Buterin’s extraordinary gift recently became a media story about “the little-known AI group that got $660 million.”
FLI has used the money to fund other organizations who make it their business to fret over AI risks. FLI sponsored the famous “Pause Letter” calling for an AI model moratorium. FLI and their board members have also been advocating for AI regulations. Some examples:
Its president and co-founder Max Tegmark testified at a Senate forum on AI last fall, and was a major player at the United Kingdom’s November summit on AI safety. The United Nations appointed Jaan Tallinn, billionaire Skype co-founder and FLI board member, to serve on its new AI Advisory Body in October. FLI lobbyists helped ensure that the European Union’s AI Act included new rules on foundational AI models, and they continue to crisscross Capitol Hill as they work to convince Congress of AI’s cataclysmic potential.

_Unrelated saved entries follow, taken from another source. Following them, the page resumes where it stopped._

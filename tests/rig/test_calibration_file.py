"""Calibration files: written once, read back bit for bit, put in force by the rig file."""

from __future__ import annotations

import dataclasses
import hashlib
from pathlib import Path

import pytest
from hypothesis import given, settings
from hypothesis import strategies as st

from shpb.errors import FileMistakes, InputError, StoreError
from shpb.quantity import Quantity
from shpb.rig.calibration import (
    IN_THE_CHAIN,
    BarCalibration,
    Calibration,
    CalibrationRecord,
    GaugeCalibration,
    stated_of,
    stated_of_bar,
)
from shpb.rig.calibration_file import (
    calibration_from_text,
    free_name,
    is_calibration,
    read_calibration,
    write_calibration,
)
from shpb.rig.calibration_text import calibration_text
from shpb.rig.correlations import Correlation, correlations_after
from shpb.rig.propagation_table import COLUMNS, PropagationTable
from shpb.rig.rig import Rig
from shpb.rig.rig_file import read_rig, rig_from_text
from tests.rig.conftest import RIG, changed

Q = Quantity


def everything(value: object) -> object:
    """All that a value remembers; a Quantity alone compares as a number."""
    if isinstance(value, Quantity):
        return "quantity", float(value), value.u, value.origin
    if dataclasses.is_dataclass(value):
        return {f.name: everything(getattr(value, f.name)) for f in dataclasses.fields(value)}
    if isinstance(value, dict):
        return {key: everything(item) for key, item in value.items()}
    return [everything(item) for item in value] if isinstance(value, tuple) else value


def table() -> PropagationTable:
    points = tuple(1e3 + i * 1234.5678901 for i in range(40))
    return PropagationTable(
        frequency_hz=points,
        attenuation_per_m=tuple(0.1 + f / 3e5 for f in points),
        phase_speed_m_s=tuple(2200 + f / 3e3 for f in points),
        u_attenuation_per_m=tuple(1e-3 / 3 for _ in points),
        u_phase_speed_m_s=tuple(1 / 3 for _ in points),
        coherence=tuple(0.99 for _ in points),
    )


def calibration_of(rig: Rig, **changes: object) -> Calibration:
    """Every field used once, with numbers that no short decimal gives."""
    values: dict[str, object] = {
        "name": "test_2031-02-03",
        "rig": rig.name,
        "date": "2031-02-03",
        "holds_days": 200,
        "bars": {
            "incident_bar": BarCalibration(
                wave_speed_m_s=Q(5003.1 / 3 * 3.000001, 0.1 + 0.2, "mode-1 phase (BA-1, BA-2)"),
                poisson_ratio=Q(0.29 + 1e-13, 1 / 300),
                as_stated=stated_of_bar(rig.incident_bar),
            ),
            "transmitted_bar": BarCalibration(propagation=table()),
        },
        "gauges": {
            "incident_gauge": GaugeCalibration(
                gauge_factor=Q(2.08 * 1.013, 0.004, 'lines "striker" \\ and µ'),
                strain_per_volt=Q(1 / 3000, 1e-7 / 3),
                to_specimen_m=Q(1.0017 / 3 * 3, 0.0002, "travel times"),
                as_stated=stated_of(rig.incident_gauge),
            ),
            "transmitted_gauge": GaugeCalibration(
                gauge_factor=Q(2.11 * 0.987), as_stated=stated_of(rig.transmitted_gauge)
            ),
        },
        "correlations": (
            Correlation("incident gauge factor", "transmitted gauge factor", 0.8123456789012345),
            Correlation("incident bar: wave speed", "incident gauge distance", -0.1),
        ),
        "records": (CalibrationRecord(shot_id="BA-1", kind="bars-apart", file="µ.csv", sha256="0f" * 32),),
        "methods": {"incident bar: wave speed": "mode-1 phase of 4 passages", "shunt.": "linear\nto 0.1 %"},
        "findings": ("odd one out: the shunt", "linearity: 0.3 % (limit 0.2 %)"),
        "temperature_k": Q(294.15, 0.5, "thermometer"),
        "remarks": "after the move",
        "program_version": "1.2",
    }
    return Calibration(**{**values, **changes})  # type: ignore[arg-type]


@pytest.fixture(name="rig")
def _rig() -> Rig:
    return rig_from_text(RIG, "rig.toml")


def test_a_calibration_comes_back_bit_for_bit(rig: Rig, tmp_path: Path) -> None:
    calibration = calibration_of(rig)
    path = write_calibration(calibration, tmp_path / "c.toml")
    back = read_calibration(path)
    assert back.text == path.read_text(encoding="utf-8")
    assert back.sha256 == hashlib.sha256(path.read_bytes()).hexdigest()
    assert back.source == str(path)
    bare = dataclasses.replace(back, text="", source="", sha256="")
    assert everything(bare) == everything(calibration)
    assert is_calibration(path)
    # Written from what was read it is the same file.
    assert calibration_text(back) == back.text


@settings(derandomize=True, deadline=None, max_examples=60)
@given(
    st.floats(0.001, 49), st.none() | st.floats(0, 0.4), st.text(st.characters(min_codepoint=32, max_codepoint=126)),
    st.floats(-1, 1),
)  # fmt: skip
def test_any_number_comes_back(value: float, share: float | None, origin: str, r: float) -> None:
    rig = rig_from_text(RIG, "rig.toml")
    distance = Q(value, None if share is None else share * value, origin.strip())
    given_ = calibration_of(
        rig,
        gauges={"incident_gauge": GaugeCalibration(to_specimen_m=distance)},
        correlations=(Correlation("incident gauge factor", "incident gauge distance", r),),
    )
    back = calibration_from_text(calibration_text(given_), "c.toml")
    assert everything(back.gauges) == everything(given_.gauges)
    assert back.correlations == given_.correlations


def test_nothing_is_written_over(rig: Rig, tmp_path: Path) -> None:
    path = write_calibration(calibration_of(rig), free_name(tmp_path, "c"))
    before = path.read_bytes()
    with pytest.raises(StoreError, match=r"never written over. Take c_2.toml"):
        write_calibration(calibration_of(rig), path)
    assert path.read_bytes() == before
    write_calibration(calibration_of(rig), free_name(tmp_path, "c"))
    assert free_name(tmp_path, "c").name == "c_3.toml"
    assert sorted(p.name for p in tmp_path.iterdir()) == ["c.toml", "c_2.toml"]


@pytest.mark.parametrize(
    ("changes", "says"),
    [
        ({"date": "3 Feb 2031"}, "calibration.date"),
        ({"holds_days": 0}, "holds_days"),
        ({"name": "a/b"}, "calibration.name"),
        ({"remarks": "a\x1b[31m"}, "calibration.remarks"),
        ({"gauges": {"incident_gauge": GaugeCalibration(gauge_factor=Q(float("nan")))}}, "read back"),
        ({"correlations": (Correlation("incident gain", "no such value", 0.1),)}, "unknown name"),
    ],
)
def test_what_would_not_come_back_is_not_written(
    rig: Rig, tmp_path: Path, changes: dict[str, object], says: str
) -> None:
    with pytest.raises(StoreError, match=says):
        write_calibration(calibration_of(rig, **changes), tmp_path / "c.toml")
    assert list(tmp_path.iterdir()) == []


@pytest.mark.parametrize(
    ("old", "new", "says"),
    [
        ("wave_speed_m_s", "wave_sped_m_s", "Did you mean wave_speed_m_s"),
        ("[incident_gauge]", "[incident_guage]", r"Did you mean \[incident_gauge\]"),
        ("date = 2031-02-03", 'date = "Feb"', 'calibration.date: found "Feb"'),
        ("holds_days = 200\n", "", "calibration.holds_days: found nothing"),
        ("frequency_Hz = [", "frequency_Hz = [ 5e9,", "different lengths"),
        ('sha256 = "0f', 'sha256 = "0g', "record 1.sha256"),
        ('"shunt." = "', '"shunt." = 4 #', 'methods."shunt."'),
        ("0.8123456789012345", "1.5", "from -1 to 1"),
        ("excitation_V = 5.0", 'excitation_V = "5"', "incident_gauge.as_stated.excitation_V"),
    ],
)
def test_mistakes_are_named(rig: Rig, old: str, new: str, says: str) -> None:
    text = calibration_text(calibration_of(rig))
    assert old in text
    with pytest.raises(FileMistakes, match=says):
        calibration_from_text(text.replace(old, new, 1), "c.toml")


@pytest.mark.parametrize(
    ("text", "says"),
    [
        (RIG, "this is a rig file, not a calibration file"),
        ('[calibration]\ndate = 2031-02-03\n[[shot]]\nid = "1"\n', "not yet a calibration file"),
        ("a = 1\n", "this is not a calibration file"),
        ('[calibration]\nformat = "shpb-calibration"\nformat_version = 99\n', "format version 99"),
    ],
)
def test_what_is_no_calibration(text: str, says: str) -> None:
    with pytest.raises(InputError, match=says):
        calibration_from_text(text, "c.toml")


# --- in force -----------------------------------------------------------------------------------


def in_force(folder: Path, *pairs: tuple[str, str], **changes: object) -> Rig:
    """The rig of a file that names a calibration, changed after the calibration."""
    stated = rig_from_text(RIG, "rig.toml")
    (folder / "history").mkdir()
    write_calibration(calibration_of(stated, **changes), folder / "history" / "c.toml")
    named = ('name = "Test bench"', 'name = "Test bench"\ncalibration = "history/c.toml"')
    (folder / "rig.toml").write_text(changed(RIG, named, *pairs), encoding="utf-8")
    return read_rig(folder / "rig.toml")


def test_the_rig_file_puts_a_calibration_in_force(tmp_path: Path) -> None:
    rig = in_force(tmp_path)
    assert rig.calibration is not None
    assert rig.calibration.text == (tmp_path / "history" / "c.toml").read_text(encoding="utf-8")
    assert rig.calibration_date == "2031-02-03"
    assert rig.incident_gauge.gauge_factor == 2.08 * 1.013
    assert rig.incident_gauge.gain == 500
    assert rig.incident_gauge.gain.u == 0.0
    assert rig.incident_gauge.gain.origin == IN_THE_CHAIN
    assert rig.incident_bar.wave_speed_m_s.u == 0.1 + 0.2
    assert rig.transmitted_bar.propagation == table()
    assert rig.transmitted_bar.wave_speed_m_s == pytest.approx(
        (71.7e9 / 2810) ** 0.5
    )  # not measured: as stated
    assert rig.departures == ()
    assert read_rig(tmp_path / "rig.toml", as_stated=True).calibration is None
    assert read_rig(tmp_path / "rig.toml", as_stated=True).incident_gauge.gauge_factor == 2.08


def test_a_calibration_that_is_not_there(tmp_path: Path) -> None:
    named = ('name = "Test bench"', 'name = "Test bench"\ncalibration = "gone.toml"')
    path = tmp_path / "rig.toml"
    path.write_text(changed(RIG, named), encoding="utf-8")
    with pytest.raises(
        InputError, match=r"rig.toml, rig.calibration: there is no calibration file gone.toml"
    ):
        read_rig(path)
    assert read_rig(path, as_stated=True).calibration is None


def test_a_rig_file_in_place_of_the_calibration(tmp_path: Path) -> None:
    path = tmp_path / "rig.toml"
    path.write_text(
        changed(RIG, ('name = "Test bench"', 'name = "B"\ncalibration = "rig.toml"')), encoding="utf-8"
    )
    with pytest.raises(InputError, match="this is a rig file, not a calibration file"):
        read_rig(path)


@pytest.mark.parametrize(
    ("old", "new", "says"),
    [
        ("gain = 500", "gain = 200", "incident_gauge gain 200, at the calibration 500"),
        ("gauge_factor = 2.08", "gauge_factor = 2.09", "incident_gauge gauge_factor 2.09, at the calibration 2.08"),
        ('"quarter"', '"half-opposite"', "transmitted_gauge arrangement half-opposite, at the calibration quarter"),
        ('"CH2"', '"CH3"', "transmitted_gauge channel CH3, at the calibration CH2"),
        ("to_specimen_mm = 1000", "to_specimen_mm = 990", "incident_gauge to_specimen_m 0.99, at the calibration 1"),
        ("length_mm = 2000", "length_mm = 1995", "incident_bar length_m 1.995, at the calibration 2"),
        ("Test bench", "Other bench", "rig name Other bench, at the calibration Test bench"),
    ],
)  # fmt: skip
def test_what_changed_since_is_known(tmp_path: Path, old: str, new: str, says: str) -> None:
    rig = in_force(tmp_path, (old, new))
    (said,) = rig.departures
    assert str(said) == says
    assert said.grave


def test_copying_a_measured_value_into_the_rig_file_changes_nothing(tmp_path: Path) -> None:
    # 2.08 x 1.013 = 2.10704
    assert in_force(tmp_path, ("gauge_factor = 2.08", "gauge_factor = 2.1070")).departures == ()


def test_a_station_that_is_gone_is_no_grave_departure(tmp_path: Path) -> None:
    rig = in_force(tmp_path, gauges={"incident_gauge_2": GaugeCalibration(to_specimen_m=Q(0.5, 1e-4))})
    (said,) = rig.departures
    assert not said.grave
    assert "incident_gauge_2" in str(said)


def test_correlations_that_no_longer_hold_go() -> None:
    stated = (
        Correlation("incident gauge factor", "transmitted gauge factor", 0.9),  # both measured since
        Correlation("incident gain", "transmitted gain", 0.5),
        Correlation("bars: density", "bars: diameter", 0.2),
    )
    new = (Correlation("incident bar: wave speed", "transmitted bar: wave speed", 0.3),)
    measured = {
        "incident gauge factor", "transmitted gauge factor", "incident bar: wave speed", "transmitted bar: wave speed",
    }  # fmt: skip
    whole = correlations_after(stated, new, measured)
    assert [(one.first, one.second) for one in whole] == [
        ("incident gain", "transmitted gain"),
        ("bars: density", "bars: diameter"),
        ("incident bar: wave speed", "transmitted bar: wave speed"),
    ]
    # Once the bars are told apart by their speeds, what one stock gave both is still one value.
    parted = {
        (one.first, one.second): one.coefficient
        for one in correlations_after(stated, new, measured, ("density", "diameter", "wave speed"))
    }
    assert parted[("incident bar: density", "transmitted bar: density")] == 1.0
    assert parted[("incident bar: density", "transmitted bar: diameter")] == 0.2
    assert parted[("incident bar: wave speed", "transmitted bar: wave speed")] == 0.3
    assert not any(name.startswith("bars:") for pair in parted for name in pair)


def test_the_table_has_the_columns_of_the_file(rig: Rig) -> None:
    text = calibration_text(calibration_of(rig))
    assert all(name.replace("_hz", "_Hz") in text for name in COLUMNS)


scalars = st.one_of(
    st.sampled_from(["true", "-1", "1e400", "nan", "inf", "2031-02-30", "[]", "{}", '""', "'a'", "{ value = -1 }"]),
    st.integers().map(str),
    st.floats().map(repr),
    st.text(st.characters(min_codepoint=32, max_codepoint=126), max_size=8),
)  # fmt: skip


@settings(derandomize=True, deadline=None, max_examples=150)
@given(st.integers(0, 10**6), scalars)
def test_whatever_stands_in_a_line_only_plain_errors_come_out(number: int, value: str) -> None:
    lines = calibration_text(calibration_of(rig_from_text(RIG, "rig.toml"))).splitlines()
    at = [i for i, line in enumerate(lines) if " = " in line]
    place = at[number % len(at)]
    lines[place] = f"{lines[place].split(' = ')[0]} = {value}"
    try:
        calibration_from_text("\n".join(lines), "c.toml")
    except InputError as error:
        assert "c.toml" in str(error)  # noqa: PT017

It’s not a Butlerian Jihad (the fictional Dune series’ overthrow of thinking machines), it’s a Buterin Jihad. It’s a valid concern if AI regulation globally is heavily influenced due to one crypto-billionaire’s massive donation. What if he’s wrong?

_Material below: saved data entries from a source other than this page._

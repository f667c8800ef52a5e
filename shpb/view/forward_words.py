"""Corrections and closure of a shot in words, in lines for a terminal and for other programs."""

from __future__ import annotations

from typing import Any

from shpb.reduction import ShotResult
from shpb.settings import Correction
from shpb.trust.closure import Misfit
from shpb.view.text import printable, wrapped


def correction_lines(result: ShotResult, width: int, label: int) -> list[str]:
    """What was applied and what was refused, in full; what the others would have changed, briefly."""
    applied, refused, left = [], [], []
    for report in result.response.corrections:
        if report.applied and report.brief:
            applied.append(f"applied: {report.correction.value}, {report.size}")
        elif report.switched_on and report.refused:
            refused.append(f"refused: {report.correction.value}, {report.refused}")
        elif report.brief:
            left.append(f"{report.correction.value} {report.brief}")
    said = applied + refused
    if left:
        said.append(f"left in: {', '.join(left)}")
    lines: list[str] = []
    for text in said:
        lines += wrapped(printable(text), width, ("" if lines else "Corrections").ljust(label))
    return lines


def correction_table(result: ShotResult, width: int) -> list[str]:
    """Every correction with its state, size, range and source."""
    name, state = 17, 13
    lines = [f"{'Correction':<{name}}{'state':<{state}}size, range, source"]
    for report in result.response.corrections:
        word = "applied" if report.applied else "refused" if report.switched_on else "not applied"
        indent = " " * (name + 2)
        lines += wrapped(
            printable(report.size), width, f"{report.correction.value:<{name}}{word:<{state}}", indent
        )
        if report.refused:
            lines += wrapped(f"does not apply here: {printable(report.refused)}", width, indent)
        lines += wrapped(f"holds for: {report.fact.holds_for}", width, indent)
        lines += wrapped(f"source: {report.fact.source}", width, indent)
    return lines


def closure_lines(result: ShotResult, width: int, label: int) -> list[str]:
    """The forward run beside the record, pulse by pulse."""
    if result.closure is None:
        hot = result.response.correction(Correction.BAR_TEMPERATURE).applied
        bars = (result.rig.incident_bar, result.rig.transmitted_bar)
        why = "hot bar ends are corrected for" if hot else "no plastic curve is left to run"
        if any(bar.propagation is not None for bar in bars):
            why = "the impedance of bars with a measured propagation is not one number"
        return wrapped(f"no forward run: {why}", width, "Closure".ljust(label))
    both = (_pulse_words(one) for one in (result.closure.reflected, result.closure.transmitted))
    return wrapped(f"forward run against record: {'; '.join(both)}", width, "Closure".ljust(label))


def _pulse_words(misfit: Misfit) -> str:
    return (
        f"{misfit.pulse} {100 * misfit.rms:.1f} % of its peak (budget {100 * misfit.expected:.1f} %), "
        f"{1e6 * misfit.delay_s:+.2f} us (u {1e6 * misfit.u_delay_s:.2f} us)"
    )


def corrections_json(result: ShotResult) -> list[dict[str, Any]]:
    """Every correction for other programs; greatest changes are over the loading."""
    part = slice(*result.response.loading)

    def greatest(change: Any) -> float:
        return 0.0 if isinstance(change, float) else float(abs(change[part]).max())

    return [
        {
            "correction": report.correction.value,
            "applied": report.applied,
            "switched_on": report.switched_on,
            "refused": report.refused,
            "size": report.size,
            "greatest_strain_off": greatest(report.off.strain),
            "greatest_stress_1w_off_pa": greatest(report.off.stress_1w_pa),
            "greatest_stress_3w_off_pa": greatest(report.off.stress_3w_pa),
            "holds_for": report.fact.holds_for,
            "source": report.fact.source,
        }
        for report in result.response.corrections
    ]


def closure_json(result: ShotResult) -> dict[str, Any] | None:
    """The misfit of both pulses for other programs, as shares of their peaks; None where no forward run holds."""
    if result.closure is None:
        return None
    return {
        misfit.pulse: {
            "misfit": misfit.rms,
            "expected_misfit": misfit.expected,
            "delay_s": misfit.delay_s,
            "u_delay_s": misfit.u_delay_s,
            "scale": misfit.scale,
            "excess_standard_uncertainties": misfit.excess,
        }
        for misfit in (result.closure.reflected, result.closure.transmitted)
    }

“I worry a lot about how much influence these people [FLI] have with respect to lobbying government and regulators and people who really don’t understand the technologies very well,” - Melanie Mitchell, AI researcher at the Santa Fe Institute and skeptic of FLI’s claim that advanced AI is an existential threat.

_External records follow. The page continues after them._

"""A calibration in words: how each value was measured, and what the session had no shots for."""

from __future__ import annotations

from collections.abc import Mapping, Sequence

from shpb.calibrate.bars.arrival_speed import ArrivalSpeed
from shpb.calibrate.bars.bar_constants import BarConstants
from shpb.calibrate.determination import Determination
from shpb.calibrate.propagation.complex_propagation import MeasuredPropagation
from shpb.calibrate.sensitivity.reconcile import Reconciled
from shpb.calibrate.sensitivity.shunt import ShuntChecks
from shpb.calibrate.sensitivity.striker_line import StrikerLines
from shpb.calibrate.session import FiredShot, ShotKind
from shpb.rig.propagation_table import PropagationTable
from shpb.rig.rig import SIDES, Rig, budget_name


def methods_of(
    propagation: Mapping[str, MeasuredPropagation],
    constants: BarConstants | None,
    sensitivities: Reconciled | None,
) -> dict[str, str]:
    """How each value was measured and from which shots, by its name in the uncertainty budget."""
    parts: list[Determination] = [one.determination for one in propagation.values()]
    parts += list(constants.determinations) if constants is not None else []
    parts += [sensitivities.determination] if sensitivities is not None else []
    said = {name: f"{part.method} ({', '.join(part.shots)})" for part in parts for name in part.names}
    for side, one in propagation.items():
        said[f"{side} bar: propagation"] = (
            f"{one.determination.method} ({', '.join(one.determination.shots)})"
        )
    return said


def remarks_of(
    rig: Rig,
    fired: Sequence[FiredShot],
    propagation: Mapping[str, MeasuredPropagation],
    tables: Mapping[str, PropagationTable],
    constants: BarConstants | None,
    arrivals: Sequence[ArrivalSpeed],
    lines: StrikerLines | None,
    shunts: ShuntChecks | None,
    sensitivities: Reconciled | None,
) -> tuple[str, ...]:
    """What every method remarks, and then what was not measured for want of shots; each once."""
    said: list[str] = [text for one in propagation.values() for text in one.remarks]
    said += [
        f"{side} bar: propagation taken from the other bar, which is of the same stock"
        for side in tables
        if side not in propagation
    ]
    said += list(constants.remarks) if constants is not None else []
    said += _by_arrivals(fired, arrivals)
    said += [text for line in (lines.lines if lines is not None else ()) for text in line.remarks]
    said += list(shunts.remarks) if shunts is not None else []
    said += list(sensitivities.determination.remarks) if sensitivities is not None else []
    said += _not_measured(rig, fired, constants, tables, sensitivities, lines)
    return tuple(dict.fromkeys(said))


def _by_arrivals(fired: Sequence[FiredShot], arrivals: Sequence[ArrivalSpeed]) -> list[str]:
    """Wave speeds as one would read them off the trace, for comparison."""
    bar_of = {one.shot_id: one.shot.bar for one in fired}
    said = []
    for side in SIDES:
        mine = [one for one in arrivals if bar_of[one.shot_id] == side]
        feet = [one.by_foot_m_s for one in mine if one.by_foot_m_s is not None]
        if mine:
            correlation = sum(one.by_correlation_m_s for one in mine) / len(mine)
            foot = f" and {sum(feet) / len(feet):.0f} m/s foot to foot" if feet else ""
            said.append(
                f"{side} bar: for comparison, arrivals give {correlation:.0f} m/s by cross-correlation{foot}; "
                "dispersion biases both, so they are not used"
            )
    return said


def _not_measured(
    rig: Rig,
    fired: Sequence[FiredShot],
    constants: BarConstants | None,
    tables: Mapping[str, PropagationTable],
    sensitivities: Reconciled | None,
    lines: StrikerLines | None,
) -> list[str]:
    said = []
    names = {name for one in (constants.determinations if constants else ()) for name in one.names}
    for side in SIDES:
        if side not in tables and f"{side} bar: wave speed" not in names:
            said.append(
                f"{side} bar: wave speed not measured; strike this bar alone, free at its other end (bars-apart)"
            )
    if lines is None and any(one.shot.kind is not ShotKind.SHUNT for one in fired):
        said.append("no shot states its striker's speed: nothing checks the sensitivities as a whole")
    known = sensitivities.determination.names if sensitivities is not None else ()
    for station in rig.gauges:
        if budget_name(station, "factor") not in known:
            said.append(
                f"{station.replace('_', ' ')}: sensitivity not measured; fire bars-together with a striker speed"
            )
    return said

Trust and The Politics of AI
Regardless of facts of AI and how it plays out, many perspectives on AI progress and risks are based on priors. Those who think “Capitalists are evil, but Government will protect us,” tend to favor AI regulations. Those who contrarily think, “Government is evil, but freedom will save us,” tend to favor open AI freedom and oppose regulations.
The AI regulatory debate ends up similar to other regulation debates: A question of freedom and trust in free markets versus safety and trust in Government. It boils down to the question: Who do you trust?
If you don’t trust anyone in power making AI decisions, then you have absorbed the wisdom that “power corrupts.” As Anton puts it on X:
AI risk is less likely to be a paperclip scenario. The real risk arises when there are only a single or handful of entities capable of utilizing and leveraging generally capable AI. Consolidated AI power is the real near term risk.
We take our chances with open AI models not because they are safe, but because ‘consolidated AI power’ is a greater risk. But why take chances at all? How else can we de-risk AI?
That takes us back to Anthropic’s promotion of third-party AI testing. I may be something of an AI optimist willing to take risks (sometimes to my detriment), but I want my AI tested because I want to know what it can and cannot do. I want to trust that my AI works as I expect.
We want an AI that we can trust.
AI needs to be trusted, and to be trusted, AI needs to be tested, independently. Let’s continue to test AI, try it out, and fix flaws. The Anthropic framework is a good starting point, but other companies, Government and academia can go much further.
Let’s also embrace the virtue of humility: Let’s not presume to know all the answers, but let’s keep asking the questions.
AI’s future is bright, but nothing is certain. When it comes to AI, test everything. Let the data, not priors, lead us to conclusions. Trust only what we have verified. Don’t get burned.